Мамин-Сибиряк | страница 20



После реформы 1861 года замкнутость раскольников, втянутых в поток капиталистического наступления, пошла на убыль. Что не сделал бич, сделал рубль. Мамин-Сибиряк, много изучавший раскол, знавший его дикие и сильные стороны, в своем творчестве постоянно возвращался к этой теме. А в романах «Дикое счастье» и «Три конца» посвятил специально многие страницы и главы.

Наркис Матвеевич не был гонителем и фанатиком по природе своей. Человек, все время тянувшийся к светскому знанию, выводящий свои интересы далеко за круг религиозно-церковных, он к староверам относился терпимо, снисходительно. А уж ему-то были известны многие кержацкие подвиги изуверства и подавления сильными слабых. Но, видимо, по-человечески мирила его с ними стойкость, преданность вере, самопожертвенность.

Раскольники, в свою очередь, уважали отца Наркиса, не строили козней за его спиной: в маленьком замкнутом поселке подставить ножку можно было кому угодно. Да и Анна Семеновна — собеседница внимательная, сдержанная, немногословная, что было по душе радетельницам «древлего блачестия».

Местной знаменитостью слыла начетчица Матрена Афанасьевна Попова. Женщина крупная, рослая, с размашистыми грубоватыми движениями, и те, кто недолюбливали ее, за глаза называли полумужичьем. А Наркис Матвеевич, добродушно подтрунивая, величал ее «отцом Матрением». Она часто была в разъездах, на всем Урале водила знакомства и, по слухам, обделывала разные делишки: укрывала беглых, провозила краденое золото, утаенное старателями от хозяев. К Маминым она хаживала запросто, иногда споря с отцом Наркисом, толкуя о старой вере.

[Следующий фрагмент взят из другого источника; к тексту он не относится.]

pub fn solve(net: &Network, opt: &FlowOptions) -> SimResult<BloodFlow> {
    net.check().map_err(|what| SimError::Invariant {
        time_s: 0.0,
        step: 0,
        what: format!("vessel network: {what}"),
    })?;
    let ns = net.segments.len();
    let viscosity: Vec<f64> = {
        use rayon::prelude::*;
        net.segments
            .par_iter()
            .enumerate()
            .map(|(i, s)| {
                let closed = if net.is_closed(i) { CLOSED_FACTOR } else { 1.0 };
                closed * opt.plasma_viscosity * relative_viscosity(opt.law, s.radius, opt.haematocrit)
            })
            .collect()
    };
    let conductance: Vec<f64> =
        net.segments.iter().zip(&viscosity).map(|(s, &mu)| poiseuille_conductance(s.radius, s.length, mu)).collect();
    // Series chains through pass-through nodes become single edges; their inner pressures follow.
    let (passing, chains) = contract(net, &conductance);
    let edges: Vec<(u32, u32)> = chains.iter().map(|c| (c.from, c.to)).collect();
    let g_chain: Vec<f64> = chains.iter().map(|c| c.conductance).collect();
    let sys = assemble(&net.nodes, &net.bc, &edges, &g_chain);
    // Start from the mean imposed pressure: the residual is then confined to the rows next to
    // the boundary (a plane fitted through the boundary pressures starts with a larger one).
    let (mut sum, mut cnt) = (0.0, 0usize);
    for bc in &net.bc {
        if let NodeBc::Pressure(p) = bc {
            sum += p;
            cnt += 1;
        }
    }
    let guess = if cnt > 0 { sum / cnt as f64 } else { 0.0 };
    let mut x = vec![guess; sys.matrix.n];
    let max_iter = 20 * (sys.matrix.n as f64).sqrt() as usize + 1000;
    let (iterations, residual) = pcg(&sys.matrix, &sys.rhs, &mut x, opt.tolerance, max_iter)?;
    let mut node_pressure: Vec<f64> = (0..net.nodes.len())
        .map(|i| match (net.bc[i], sys.unknown[i]) {
            (NodeBc::Pressure(p), _) => p,
            (_, u) if u != u32::MAX && !passing[i] => x[u as usize],
            _ => f64::NAN,
        })
        .collect();
    for c in &chains {
        let (p0, p1) = (node_pressure[c.from as usize], node_pressure[c.to as usize]);
        if !(p0.is_finite() && p1.is_finite()) {
            continue;
        }
        let q = if c.from == c.to { 0.0 } else { c.conductance * (p0 - p1) };
        let mut p = p0;
        for &(s, forward) in &c.segments[..c.segments.len() - 1] {
            let seg = &net.segments[s as usize];
            p -= q / conductance[s as usize];
            node_pressure[if forward { seg.b } else { seg.a } as usize] = p;
        }
    }
    let mut out = BloodFlow {
        revision: net.revision,
        node_pressure,
        viscosity,
        conductance,
        flow: vec![0.0; ns],
        velocity: vec![0.0; ns],
        wall_shear: vec![0.0; ns],
        mid_pressure: vec![f64::NAN; ns],
        perfused: vec![false; ns],
        total_inflow: 0.0,
        iterations,
        residual,
    };
    let mut vmax: f64 = 0.0;
    for (s, seg) in net.segments.iter().enumerate() {
        let (pa, pb) = (out.node_pressure[seg.a as usize], out.node_pressure[seg.b as usize]);
        if !(pa.is_finite() && pb.is_finite()) {
            continue;
        }
        let q = out.conductance[s] * (pa - pb);
        let area = std::f64::consts::PI * seg.radius * seg.radius;
        out.flow[s] = q;
        out.velocity[s] = q / area;
        out.wall_shear[s] = 4.0 * out.viscosity[s] * q.abs() / (std::f64::consts::PI * seg.radius.powi(3));
        out.mid_pressure[s] = 0.5 * (pa + pb);
        vmax = vmax.max(out.velocity[s].abs());
    }
    // Below a billionth of the fastest segment the flow is rounding noise (dead ends).
    let threshold = opt.min_velocity.max(1e-9 * vmax);
    for s in 0..ns {
        out.perfused[s] = out.velocity[s].abs() >= threshold && out.velocity[s] != 0.0 && !net.is_closed(s);
    }
    let imbalance = out.node_imbalance(net);
    for (i, bc) in net.bc.iter().enumerate() {
        match bc {
            NodeBc::Pressure(_) if imbalance[i] > 0.0 => out.total_inflow += imbalance[i],
            NodeBc::Inflow(q) if *q > 0.0 && sys.anchored[i] => out.total_inflow += q,
            _ => {}
        }
    }
    Ok(out)
}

После долгой отлучки в неведомых поездках как-то в зимний вечер Матрена Афанасьевна нагрянула к Маминым с гостьей. Скинув шубы и сняв суконные платки, прошли в низенькую столовую. Матрена Афанасьевна была одета в неизменный косоклинный кубовый сарафан с желтыми проймами и в белую холщовую рубаху, на голове повязала бумажный платок по старушечьей кержацкой моде — кикой. Напарница ее была мельче фигурой, сухонькая, с острыми быстрыми глазками из-за надвинутого низко на лоб платка. «Она из скитов», — пояснила Попова. Митя притаился на лежанке, чтобы не мешать взрослым, но прислушивался. Его неудержимо тянула к себе эта особенная жизнь, таинственная и полная сокрушений о грехах мирских.

— Ох, горе душенькам нашим, родимые мои! — как присказку, довольно буднично сказала Матрена Афанасьевна. — Ходим в потемках, как слепцы. Все нам мало, все хапаем, а с собой ничего не возьмем: все на земле останется, кроме душеньки.